Last week, a group of us from District Data Labs flew to Portland, Oregon to attend PyCon, the largest annual gathering for the Python community. We had a talk, a tutorial, and two posters accepted to the conference, and we also hosted development sprints for several open source projects. With this blog post, we are putting everything together in one place to share with those that couldn't be with us at the conference.
Tutorial: Natural Language Processing with NLTK and Gensim
Ben Bengfort (with assistance from Laura Lorenz) delivered a 3 hour tutorial on Natural Language Processing with NLTK and Gensim.
In this tutorial, we will begin by exploring the features of the NLTK library. We will then focus on building a language-aware data product - a topic identification and document clustering algorithm from a web crawl of blog sites. The clustering algorithm will use a simple Lesk K-Means clustering to start, and then will improve with an LDA analysis using the popular Gensim library.

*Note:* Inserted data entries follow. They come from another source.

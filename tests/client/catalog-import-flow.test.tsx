import { QueryClient, QueryClientProvider } from '@tanstack/react-query';
import { render, screen, waitFor, within } from '@testing-library/react';
import userEvent from '@testing-library/user-event';
import { MemoryRouter } from 'react-router';
import { afterEach, describe, expect, it, vi } from 'vitest';
import { CatalogImport } from '../../src/features/catalog/components/catalog-import';
import type { CatalogImportPreview, ImportRowPreview } from '../../shared/schemas/catalog-import';
import { catalogImportUploadLimit } from '../../shared/upload-limits';
import { installFakeUploadServer, type SentUpload } from './support/fake-upload-server';

const header = 'maker,model,platform,socket,chipset,form_factor';
const rowCalm = 'Tidewell,TW Calm,Helix-1700,HX4,HX-B50,atx';
const rowLoud = (formFactor: string) => `Tidewell,TW Loud,Helix-1700,HX4,HX-B50,${formFactor}`;
const checksum = 'a'.repeat(64);

function row(rowNumber: number, model: string, errors: ImportRowPreview['errors'] = []): ImportRowPreview {
  return {
    rowNumber,
    maker: 'Tidewell',
    model,
    action: 'create',
    productId: null,
    changedFields: [],
    price: null,
    errors,
  };
}

/**
 * Stands in for the catalog import routes: a preview lists a row whose form factor is unknown, the way the server
 * does (row 1 is the header); commit accepts only the checksum of the text it previewed.
 */
async function answerImport(request: SentUpload) {
  const text = (await request.file?.text()) ?? '';
  if (request.url.endsWith('/preview')) {
    const bad = text.includes('wide-atx');
    const errors = bad ? [{ rowNumber: 3, column: 'form_factor', message: 'Unknown form factor “wide-atx”.' }] : [];
    const preview: CatalogImportPreview = {
      checksum,
      rowCount: 2,
      validRowCount: bad ? 1 : 2,
      errors,
      ignoredColumns: [],
      rows: [row(2, 'TW Calm'), row(3, 'TW Loud', errors)],
      canCommit: !bad,
    };
    return { status: 200, body: preview };
  }
  if (request.fields.checksum !== checksum || text.includes('wide-atx')) {
    return { status: 409, body: { error: { code: 'import_changed', message: 'Check the file again.' } } };
  }
  return { status: 200, body: { created: 2, updated: 0, unchanged: 0, pricesAdded: 0, productIds: [1, 2] } };
}

function renderImport() {
  render(
    <QueryClientProvider client={new QueryClient()}>
      <MemoryRouter>
        <CatalogImport />
      </MemoryRouter>
    </QueryClientProvider>,
  );
}

afterEach(() => vi.unstubAllGlobals());

describe('the catalog import flow', () => {
  it('when a file has a row error, then nothing can be confirmed; fixed as text and checked again, it imports', async () => {
    const server = installFakeUploadServer(answerImport);
    const user = userEvent.setup();
    renderImport();
    const csv = [header, rowCalm, rowLoud('wide-atx')].join('\n');

    await user.upload(screen.getByLabelText('CSV file'), new File([csv], 'boards.csv', { type: 'text/csv' }));
    await user.click(screen.getByRole('button', { name: 'Check the file' }));
    const saved = await screen.findByText('Nothing has been saved');
    expect(saved.closest('[role="alert"]')?.textContent).toContain('1 problem in 1 row');
    const problem = within(screen.getByRole('region', { name: 'Problems found in the file' })).getAllByRole('row')[1];
    expect(
      within(problem)
        .getAllByRole('cell')
        .map((cell) => cell.textContent),
    ).toEqual(['3', 'form_factor', 'Unknown form factor “wide-atx”.']);
    expect(screen.queryByRole('button', { name: /Confirm import/ })).toBeNull();
    await waitFor(() => expect(document.activeElement).toBe(screen.getByRole('heading', { name: /2 · Check/ })));

    // Fix the row in the text box: the old check is set aside at once.
    await user.click(screen.getByRole('button', { name: 'Edit it as text here' }));
    const text = await screen.findByLabelText('CSV text');
    expect(screen.queryByText('Nothing has been saved')).toBeNull();
    await user.clear(text);
    await user.click(text);
    await user.paste(csv.replace('wide-atx', 'micro-atx'));
    await user.click(screen.getByRole('button', { name: 'Check the file' }));
    await user.click(await screen.findByRole('button', { name: 'Confirm import of 2 rows' }));

    const imported = await screen.findByText('Imported');
    expect(imported.closest('[role="status"]')?.textContent).toContain('2 products added');
    // The commit sent the very text that was checked, with the checksum of that check.
    const [, preview, commit] = server.sent;
    expect(await preview.file?.text()).toBe(await commit.file?.text());
    expect(commit.fields.checksum).toBe(checksum);
    expect(commit.url).toBe('/api/catalog/import/commit');
  });

  it('when the file is over the limit, then it is refused beside the input and nothing is sent', async () => {
    const server = installFakeUploadServer(answerImport);
    const user = userEvent.setup();
    renderImport();
    const big = new File(['x'], 'big.csv', { type: 'text/csv' });
    Object.defineProperty(big, 'size', { value: 2_000_000 });
    await user.upload(screen.getByLabelText('CSV file'), big);
    await user.click(screen.getByRole('button', { name: 'Check the file' }));
    // 2,000,000 B = 1.9 MiB; 900,000 B (catalogImportUploadLimit) = 879 KiB. The matcher folds thin spaces to spaces.
    expect(
      await screen.findByText(`“big.csv” is 1.9 MB; the limit is 879 KB. ${catalogImportUploadLimit.whenTooLarge}`),
    ).toBeTruthy();
    expect(server.sent).toHaveLength(0);
  });
});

The Getting Started Guide for the tutorial can be found here, the slides can be found here, the IPython Notebooks can be found here, and the corpus can be downloaded from here.
Talk: Visual Diagnostics for More Informed Machine Learning
Rebecca Bilbro gave a talk about using data visualization for feature analysis, model selection and evaluation, and hyperparameter tuning in order to do more informed machine learning.
Visualization has a critical role to play throughout the analytic process. Where static outputs and tabular data may render patterns opaque, human visual analysis can uncover volumes and lead to more robust programming and better data products. For Python programmers who dabble in machine learning, visual diagnostics are a must-have for effective feature analysis, model selection, and evaluation.
If you'd like to learn more after watching the talk, you can read the three-part blog post series she wrote on the topic.
We also presented two posters: one on An Architecture for Machine Learning with Django and another one on Evolutionary Design of Particle Swarms. If you click on each poster below, it will take you to a high resolution image of it (give it a few seconds... it's big).
Finally, we hosted sprints for three of our open source projects.
Baleen: An automated ingestion service for blogs to construct a corpus for NLP research.
Trinket: A multidimensional data explorer and visualization tool.
Yellowbrick: A visual diagnostics API for machine learning.
You can click through each of the links above to the respective Github repos for the projects. We are always looking for additional contributors for all of these projects, so if you'd like to get involved, please reach out!
Well, there you have it, a complete list of all the materials we presented at PyCon. I want to thank all the folks who worked so hard to make PyCon a success for DDL and all those who came to learn at our tutorial, listen to our talk, discuss our posters, and code alongside us at the sprints. Thank you, and hope to see you again next year!